START DATA TO USE

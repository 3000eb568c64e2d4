import { useMemo, useRef } from 'react';
import { type Shape } from '#geometry/shapes/shape.ts';
import { drawSection } from '#client/drawing/section-drawing.ts';
import { sheetLayout } from '#client/drawing/sheet-layout.ts';
import { type TitleBlockFields } from '#client/drawing/title-block.tsx';
import { useSize } from '#client/drawing/use-sheet-size.ts';
import { EditorSheet } from './editor-sheet.tsx';
import { type EditorAction } from './editor-state.ts';
import { useLiveState } from './live-state.ts';
import { NoticeLine } from './notice-line.tsx';
import { SheetGestures } from './sheet-gestures.ts';
import { type SheetSettings } from './sheet-settings.ts';
import { SheetTools } from './sheet-tools.tsx';
import { useEditorKeys } from './use-editor-keys.ts';
import { useSheetView } from './use-sheet-view.ts';

interface SheetStageProps {
  readonly dispatch: (action: EditorAction) => void;
  readonly settings: SheetSettings;
  readonly onSettings: (change: Partial<SheetSettings>) => void;
  readonly title: TitleBlockFields;
  readonly ghost: Shape | null;
  readonly enabled: boolean;
  readonly onSave?: (() => void) | undefined;
}

/** The sheet in its place, with the row of tools above it and the part of the drawing that is in sight. */
export function SheetStage(props: SheetStageProps) {
  const { dispatch, settings, onSettings, title, ghost, enabled, onSave } = props;
  const state = useLiveState();
  const { shape } = state.present;
  const [box, size] = useSize<HTMLDivElement>({ width: 960, height: 600, scale: 1 });
  const { exaggeration, secondView } = settings;
  const second = secondView === 'none' ? 'none' : exaggeration > 1 ? 'small' : 'full';
  const layout = useMemo(() => sheetLayout(size, second), [size, second]);
  const svg = useRef<SVGSVGElement>(null);
  const control = useSheetView(
    layout,
    drawSection(shape).measures.extents,
    exaggeration,
    state.drag !== null,
  );
  useEditorKeys({
    dispatch,
    dragging: state.drag !== null,
    onSave,
    onZoom: control.zoom,
    onFit: control.fit,
  });
  const notice = <NoticeLine notice={state.notice} chordMm={state.present.chordMm} layout={layout} />;
  return (
    <>
      <SheetTools
        settings={settings}
        onSettings={onSettings}
        zoomPercent={Math.round(control.view.zoom * 100)}
        onZoom={control.zoom}
        onFit={control.fit}
      />
      <div
        ref={box}
        data-place="sheet"
        className="h-[min(34rem,150vw)] min-h-110 w-full shrink-0 relative overflow-hidden border border-rule bg-sheet lg:h-auto lg:flex-1"
      >
        <SheetGestures element={svg} layout={layout} setView={control.setView} fit={control.fit} />
        <EditorSheet
          element={svg}
          layout={layout}
          control={control}
          state={state}
          dispatch={dispatch}
          settings={settings}
          onSettings={onSettings}
          title={title}
          ghost={ghost}
          enabled={enabled}
        />
        {enabled && !layout.compact && notice}
      </div>
      {enabled && layout.compact && notice}
    </>
  );
}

END DATA TO USE

▶ EXERCISE BRIEF
Could you return all of the data exactly as written?

▶ PROBLEM SOLUTION
repository 3000eb568c64e2d4
import { useMemo, useRef } from 'react';
import { type Shape } from '#geometry/shapes/shape.ts';
import { drawSection } from '#client/drawing/section-drawing.ts';
import { sheetLayout } from '#client/drawing/sheet-layout.ts';
import { type TitleBlockFields } from '#client/drawing/title-block.tsx';
import { useSize } from '#client/drawing/use-sheet-size.ts';
import { EditorSheet } from './editor-sheet.tsx';
import { type EditorAction } from './editor-state.ts';
import { useLiveState } from './live-state.ts';
import { NoticeLine } from './notice-line.tsx';
import { SheetGestures } from './sheet-gestures.ts';
import { type SheetSettings } from './sheet-settings.ts';
import { SheetTools } from './sheet-tools.tsx';
import { useEditorKeys } from './use-editor-keys.ts';
import { useSheetView } from './use-sheet-view.ts';

interface SheetStageProps {
  readonly dispatch: (action: EditorAction) => void;
  readonly settings: SheetSettings;
  readonly onSettings: (change: Partial<SheetSettings>) => void;
  readonly title: TitleBlockFields;
  readonly ghost: Shape | null;
  readonly enabled: boolean;
  readonly onSave?: (() => void) | undefined;
}

/** The sheet in its place, with the row of tools above it and the part of the drawing that is in sight. */
export function SheetStage(props: SheetStageProps) {
  const { dispatch, settings, onSettings, title, ghost, enabled, onSave } = props;
  const state = useLiveState();
  const { shape } = state.present;
  const [box, size] = useSize<HTMLDivElement>({ width: 960, height: 600, scale: 1 });
  const { exaggeration, secondView } = settings;
  const second = secondView === 'none' ? 'none' : exaggeration > 1 ? 'small' : 'full';
  const layout = useMemo(() => sheetLayout(size, second), [size, second]);
  const svg = useRef<SVGSVGElement>(null);
  const control = useSheetView(
    layout,
    drawSection(shape).measures.extents,
    exaggeration,
    state.drag !== null,
  );
  useEditorKeys({
    dispatch,
    dragging: state.drag !== null,
    onSave,
    onZoom: control.zoom,
    onFit: control.fit,
  });
  const notice = <NoticeLine notice={state.notice} chordMm={state.present.chordMm} layout={layout} />;
  return (
    <>
      <SheetTools
        settings={settings}
        onSettings={onSettings}
        zoomPercent={Math.round(control.view.zoom * 100)}
        onZoom={control.zoom}
        onFit={control.fit}
      />
      <div
        ref={box}
        data-place="sheet"
        className="h-[min(34rem,150vw)] min-h-110 w-full shrink-0 relative overflow-hidden border border-rule bg-sheet lg:h-auto lg:flex-1"
      >
        <SheetGestures element={svg} layout={layout} setView={control.setView} fit={control.fit} />
        <EditorSheet
          element={svg}
          layout={layout}
          control={control}
          state={state}
          dispatch={dispatch}
          settings={settings}
          onSettings={onSettings}
          title={title}
          ghost={ghost}
          enabled={enabled}
        />
        {enabled && !layout.compact && notice}
      </div>
      {enabled && layout.compact && notice}
    </>
  );
}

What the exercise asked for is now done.